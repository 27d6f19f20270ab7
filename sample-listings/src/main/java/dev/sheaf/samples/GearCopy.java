package dev.sheaf.samples;
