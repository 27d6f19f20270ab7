/** The application shell: the main window, its menus, keys and status bar, and opening, saving and closing a workspace. */
package dev.sheaf.curator.app;
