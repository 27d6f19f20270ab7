package dev.sheaf.vocab.skos;

import dev.sheaf.vocab.SchemeInfo;
import dev.sheaf.vocab.Vocabulary;
import dev.sheaf.vocab.VocabularyFormatException;
import dev.sheaf.vocab.io.AtomicFiles;
import java.io.ByteArrayOutputStream;
import java.io.IOException;
import java.io.InputStream;
import java.io.OutputStream;
import java.nio.charset.StandardCharsets;
import java.nio.file.Files;
import java.nio.file.Path;
import java.util.Locale;
import org.eclipse.rdf4j.model.Model;
import org.eclipse.rdf4j.rio.RDFFormat;
import org.eclipse.rdf4j.rio.RDFParseException;
import org.eclipse.rdf4j.rio.Rio;
import org.eclipse.rdf4j.rio.RioSetting;
import org.eclipse.rdf4j.rio.WriterConfig;
import org.eclipse.rdf4j.rio.helpers.BasicWriterSettings;

/**
 * SKOS export and import (W3C SKOS Reference, 2009) through RDF4J Rio, in Turtle or RDF/XML.
 *
 * <p>Written: one skos:ConceptScheme ({@code base} without its trailing / or #) with
 * hasTopConcept/topConceptOf for facets; per concept (IRI {@code base + id}) skos:inScheme,
 * prefLabel/altLabel/hiddenLabel with language tags, broader and narrower both, related,
 * scopeNote, definition and the mapping properties. What SKOS has no property for — facet
 * properties, provenance, split origin, retired ids, candidate decisions — goes in Sheaf's
 * namespace {@value #NAMESPACE} (and Dublin Core terms where one fits), so ours → SKOS → ours
 * loses nothing. Read: any file with a skos:ConceptScheme.
 */
public final class Skos {
    /** Sheaf's namespace for facet properties and the rest SKOS lacks. */
    public static final String NAMESPACE = SheafNs.NS;

    /** The RDF syntaxes supported. */
    public enum Syntax {
        TURTLE(RDFFormat.TURTLE), RDF_XML(RDFFormat.RDFXML);

        final RDFFormat format;

        Syntax(RDFFormat f) {
            this.format = f;
        }

        /** The syntax for a file name: .ttl → Turtle; .rdf, .owl, .xml → RDF/XML. */
        public static Syntax forFile(Path file) {
            String n = file.getFileName().toString().toLowerCase(Locale.ROOT);
            if (n.endsWith(".ttl") || n.endsWith(".turtle")) {
                return TURTLE;
            }
            if (n.endsWith(".rdf") || n.endsWith(".owl") || n.endsWith(".xml") || n.endsWith(".rdfxml")) {
                return RDF_XML;
            }
            throw new IllegalArgumentException(file.getFileName() + " is not a SKOS file name Sheaf knows: expected .ttl (Turtle) or .rdf/.owl/.xml (RDF/XML)");
        }

        /** Whether a file name looks like a SKOS file. */
        public static boolean matches(Path file) {
            try {
                forFile(file);
                return true;
            } catch (IllegalArgumentException e) {
                return false;
            }
        }
    }

    private Skos() {
    }

    /** Writes SKOS with the vocabulary's own base IRI. */
    public static void write(Vocabulary v, Syntax syntax, OutputStream out) {
        write(v, syntax, out, v.scheme().baseIri());
    }

    /** Writes SKOS with concept IRIs made from {@code baseIri} (must end with / or #). */
    public static void write(Vocabulary v, Syntax syntax, OutputStream out, String baseIri) {
        String base = SchemeInfo.checkBase(baseIri);
        Model m = SkosWriter.toModel(v, base);
        WriterConfig cfg = new WriterConfig();
        cfg.set((RioSetting<Boolean>) BasicWriterSettings.PRETTY_PRINT, true);
        cfg.set((RioSetting<Boolean>) BasicWriterSettings.INLINE_BLANK_NODES, true);
        Rio.write(m, out, syntax.format, cfg);
    }

    /** The SKOS text (UTF-8). */
    public static String toString(Vocabulary v, Syntax syntax, String baseIri) {
        ByteArrayOutputStream out = new ByteArrayOutputStream();
        write(v, syntax, out, baseIri);
        return out.toString(StandardCharsets.UTF_8);
    }

    /** Writes a SKOS file atomically. */
    public static void export(Vocabulary v, Syntax syntax, Path file, String baseIri) throws IOException {
        String base = baseIri == null ? v.scheme().baseIri() : baseIri;
        SchemeInfo.checkBase(base);
        AtomicFiles.write(file, out -> write(v, syntax, out, base));
    }

    /** Reads a SKOS file; the syntax comes from its name. */
    public static SkosImport read(Path file) throws IOException {
        try (InputStream in = Files.newInputStream(file)) {
            return read(in, Syntax.forFile(file), file.toString());
        }
    }

    /**
     * Reads SKOS from a stream. {@code source} names it in messages (and serves as base IRI for
     * relative IRIs in the file).
     *
     * @throws VocabularyFormatException when it is not valid RDF (with line and column) or has no concept scheme
     */
    public static SkosImport read(InputStream in, Syntax syntax, String source) throws IOException {
        Model m;
        try {
            m = Rio.parse(in, "file:///" + source.replace('\\', '/').replaceAll("^/+", ""), syntax.format);
        } catch (RDFParseException e) {
            String msg = e.getMessage() == null ? "not valid " + syntax.format.getName() : e.getMessage();
            msg = msg.replaceAll(" \\[line \\d+(, column \\d+)?\\]$", "");
            throw new VocabularyFormatException(source, (int) Math.max(0, e.getLineNumber()),
                    (int) Math.max(0, e.getColumnNumber()), null,
                    "not valid " + syntax.format.getName() + ": " + msg, e);
        } catch (java.io.UnsupportedEncodingException | java.io.CharConversionException e) {
            // the XML declaration names an encoding Java does not have, or the bytes do not fit it
            throw new VocabularyFormatException(source, 1, 0, null, "not valid " + syntax.format.getName()
                    + ": cannot decode the file (" + e.getClass().getSimpleName() + ": " + e.getMessage() + "); save it as UTF-8", e);
        }
        return new SkosReader(m, source).read();
    }
}
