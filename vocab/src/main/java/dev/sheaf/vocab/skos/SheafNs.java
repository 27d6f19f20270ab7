package dev.sheaf.vocab.skos;

import org.eclipse.rdf4j.model.IRI;
import org.eclipse.rdf4j.model.ValueFactory;
import org.eclipse.rdf4j.model.impl.SimpleValueFactory;

/** Terms of Sheaf's namespace for what SKOS has no property for (documented in docs/vocab-format.md). */
final class SheafNs {
    static final String NS = "https://sheaf.dev/ns#";
    static final String PREFIX = "sheaf";
    private static final ValueFactory VF = SimpleValueFactory.getInstance();

    static final IRI FACET = iri("Facet");
    static final IRI VALUE_KIND = iri("valueKind");
    static final IRI MULTI_VALUED = iri("multiValued");
    static final IRI REGULATED_CLAIM = iri("regulatedClaim");
    static final IRI CATEGORY = iri("category");
    static final IRI UNIT = iri("unit");
    static final IRI BUCKET = iri("bucket");
    static final IRI BUCKET_LABEL = iri("bucketLabel");
    static final IRI MIN = iri("min");
    static final IRI MAX = iri("max");
    static final IRI HARVEST_TERM = iri("harvestTerm");
    static final IRI SPLIT_FROM = iri("splitFrom");
    static final IRI RETIRED_CONCEPT = iri("RetiredConcept");
    static final IRI FORMER_LABEL = iri("formerLabel");
    static final IRI DEFAULT_LANGUAGE = iri("defaultLanguage");
    static final IRI BASE_IRI = iri("baseIri");
    static final IRI DECISION = iri("decision");
    static final IRI CANDIDATE_DECISION = iri("CandidateDecision");
    static final IRI TERM = iri("term");
    static final IRI OUTCOME = iri("outcome");
    static final IRI KEPT_AS = iri("keptAs");
    static final IRI REASON = iri("reason");

    private SheafNs() {
    }

    private static IRI iri(String local) {
        return VF.createIRI(NS, local);
    }
}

★ ★ ★ ★ ★

Report every line in the data above in which the word "Path" appears.

import java.nio.file.Path;
        public static Syntax forFile(Path file) {
        public static boolean matches(Path file) {
    public static void export(Vocabulary v, Syntax syntax, Path file, String baseIri) throws IOException {
    public static SkosImport read(Path file) throws IOException {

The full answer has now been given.